▶ _Problem description_: Every line in the entries where "words" is found should be copied.

┏━━

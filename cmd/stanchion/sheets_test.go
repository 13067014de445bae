package main

import (
	"bytes"
	"context"
	"encoding/json"
	"fmt"
	"os"
	"os/exec"
	"path/filepath"
	"regexp"
	"strings"
	"testing"

	"github.com/stretchr/testify/assert"
	"github.com/stretchr/testify/require"
)

// The text of the sheets has the words and numbers of the JSON lines.
func TestSheetsHaveTheNumbersOfTheJSON(t *testing.T) {
	tool, err := exec.LookPath("pdftotext")
	if err != nil {
		t.Skip("pdftotext is not installed")
	}
	dir := t.TempDir()
	input, lines, pdf := filepath.Join(dir, "depot.csv"), filepath.Join(dir, "depot.jsonl"), filepath.Join(dir, "depot.pdf")
	data, err := os.ReadFile("../../examples/ottermere-depot.csv")
	require.NoError(t, err)
	require.NoError(t, os.WriteFile(input, data, 0o600))
	run := func(args ...string) {
		con := &console{in: strings.NewReader(""), out: new(bytes.Buffer), err: new(bytes.Buffer)}
		require.Equal(t, statusPasses, execute(context.Background(), con, args), "%v", con.err)
	}
	run("size", input, "-o", filepath.Join(dir, "sized.csv"), "--json", lines)
	run("sheets", input, "-o", pdf)

	text, err := exec.Command(tool, "-layout", pdf, "-").Output()
	require.NoError(t, err)
	pages := map[string]string{}
	number := regexp.MustCompile(`Sheet (\d+) of \d+`)
	for page := range strings.SplitSeq(string(text), "\f") {
		if m := number.FindStringSubmatch(page); m != nil {
			pages[m[1]] += page
		}
	}
	file, err := os.Open(lines)
	require.NoError(t, err)
	defer file.Close()
	members := 0
	for d := json.NewDecoder(file); d.More(); members++ {
		var r map[string]any
		d.UseNumber()
		require.NoError(t, d.Decode(&r))
		page := pages[fmt.Sprint(members+1)]
		for key, value := range r {
			switch key {
			case "note", "axis", "quantity", "cell", "next_lighter_check", "next_lighter_utilisation":
				continue // the sheet says these in other words
			}
			if value != nil {
				assert.Contains(t, page, fmt.Sprint(value), "%s of %s", key, r["mark"])
			}
		}
	}
	assert.Equal(t, 60, members)
}

// Sheets are known again however many there are: the end of a PDF grows with
// them.
func TestManySheetsMayBeWrittenAgain(t *testing.T) {
	if testing.Short() {
		t.Skip("long, and nothing runs side by side")
	}
	dir := t.TempDir()
	input, pdf := filepath.Join(dir, "loads.csv"), filepath.Join(dir, "loads-sheets.pdf")
	rows := "Mark,Length,N_Ed\n"
	for i := range 250 {
		rows += fmt.Sprintf("C%d,3.6,%d\n", i, 400+i)
	}
	require.NoError(t, os.WriteFile(input, []byte(rows), 0o600))
	for range 2 {
		con := &console{in: strings.NewReader(""), out: new(bytes.Buffer), err: new(bytes.Buffer)}
		require.Equal(t, statusPasses, execute(context.Background(), con, []string{"sheets", input}), "%v", con.err)
	}
	data, err := os.ReadFile(pdf)
	require.NoError(t, err)
	require.Greater(t, len(data)-bytes.LastIndex(data, []byte("\nxref\n")), 8<<10)
	for name, other := range map[string][]byte{
		"empty":     {},
		"cut short": data[:len(data)-100],
		"another":   bytes.ReplaceAll(data, []byte("\x00c\x00a\x00l\x00c"), []byte("\x00C\x00a\x00l\x00c")),
		"no place":  []byte("%PDF-1.4\nstartxref\n99999999999\n%%EOF\n"),
	} {
		require.NoError(t, os.WriteFile(pdf, other, 0o600))
		assert.False(t, sheetsEarlier(pdf), name)
	}
}
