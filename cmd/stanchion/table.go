package main

import (
	"strings"
	"unicode/utf8"
)

// table is text in columns for a screen or a page.
type table struct {
	right []bool // columns of numbers
	most  []int  // greatest width of a column; 0: as wide as it needs
	rows  [][]string
}

// newTable starts a table with these headings. A heading that opens with ">"
// has its column set to the right.
func newTable(headings ...string) *table {
	t := &table{right: make([]bool, len(headings)), most: make([]int, len(headings))}
	for i, h := range headings {
		if rest, ok := strings.CutPrefix(h, ">"); ok {
			t.right[i], headings[i] = true, rest
		}
	}
	t.add(headings...)
	return t
}

// limit sets the greatest width of a column; longer values are cut.
func (t *table) limit(column, width int) { t.most[column] = width }

// add adds a row.
func (t *table) add(cells ...string) { t.rows = append(t.rows, cells) }

// lines returns the rows as lines of equal columns, two spaces apart, or one
// where the screen would be too narrow. Columns that are blank in every row are
// left out.
func (t *table) lines() []string {
	widths := t.widths()
	gap := "  "
	if whole := sum(widths) + 2*len(widths) - 2; whole > screenWidth {
		gap = " "
	}
	out := make([]string, len(t.rows))
	for i, row := range t.rows {
		var b strings.Builder
		for j, cell := range row {
			if widths[j] == 0 {
				continue
			}
			if b.Len() > 0 {
				b.WriteString(gap)
			}
			b.WriteString(pad(cut(cell, widths[j]), widths[j], t.right[j]))
		}
		out[i] = strings.TrimRight(b.String(), " ")
	}
	return out
}

func (t *table) widths() []int {
	widths := make([]int, len(t.right))
	for j := range widths {
		filled := false
		for i, row := range t.rows {
			widths[j] = max(widths[j], utf8.RuneCountInString(row[j]))
			filled = filled || i > 0 && row[j] != ""
		}
		if !filled {
			widths[j] = 0
		} else if t.most[j] > 0 {
			widths[j] = min(widths[j], t.most[j])
		}
	}
	return widths
}

func pad(s string, width int, right bool) string {
	space := strings.Repeat(" ", max(0, width-utf8.RuneCountInString(s)))
	if right {
		return space + s
	}
	return s + space
}

// cut shortens s to a width, with an ellipsis where something is lost.
func cut(s string, width int) string {
	if utf8.RuneCountInString(s) <= width {
		return s
	}
	runes := []rune(s)
	return strings.TrimRight(string(runes[:max(0, width-1)]), " ") + "…"
}

// wrap breaks words into lines of a width, each after the first led by indent.
func wrap(s string, width int, indent string) string {
	var b strings.Builder
	at := 0
	for i, word := range strings.Fields(s) {
		n := utf8.RuneCountInString(word)
		switch {
		case i == 0:
		case at+1+n > width:
			b.WriteString("\n" + indent)
			at = utf8.RuneCountInString(indent)
		default:
			b.WriteByte(' ')
			at++
		}
		b.WriteString(word)
		at += n
	}
	return b.String()
}

func sum(list []int) (total int) {
	for _, n := range list {
		total += n
	}
	return total
}

// wrapList writes a list in lines of a width that break between its items.
func wrapList(items []string, width int) []string {
	lines := []string{""}
	for i, item := range items {
		if i+1 < len(items) {
			item += ","
		}
		last := &lines[len(lines)-1]
		switch {
		case *last == "":
			*last = item
		case utf8.RuneCountInString(*last)+1+utf8.RuneCountInString(item) > width:
			lines = append(lines, item)
		default:
			*last += " " + item
		}
	}
	return lines
}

┗━━

▶ _Output for this task_:
// The text of the sheets has the words and numbers of the JSON lines.
				continue // the sheet says these in other words
// wrap breaks words into lines of a width, each after the first led by indent.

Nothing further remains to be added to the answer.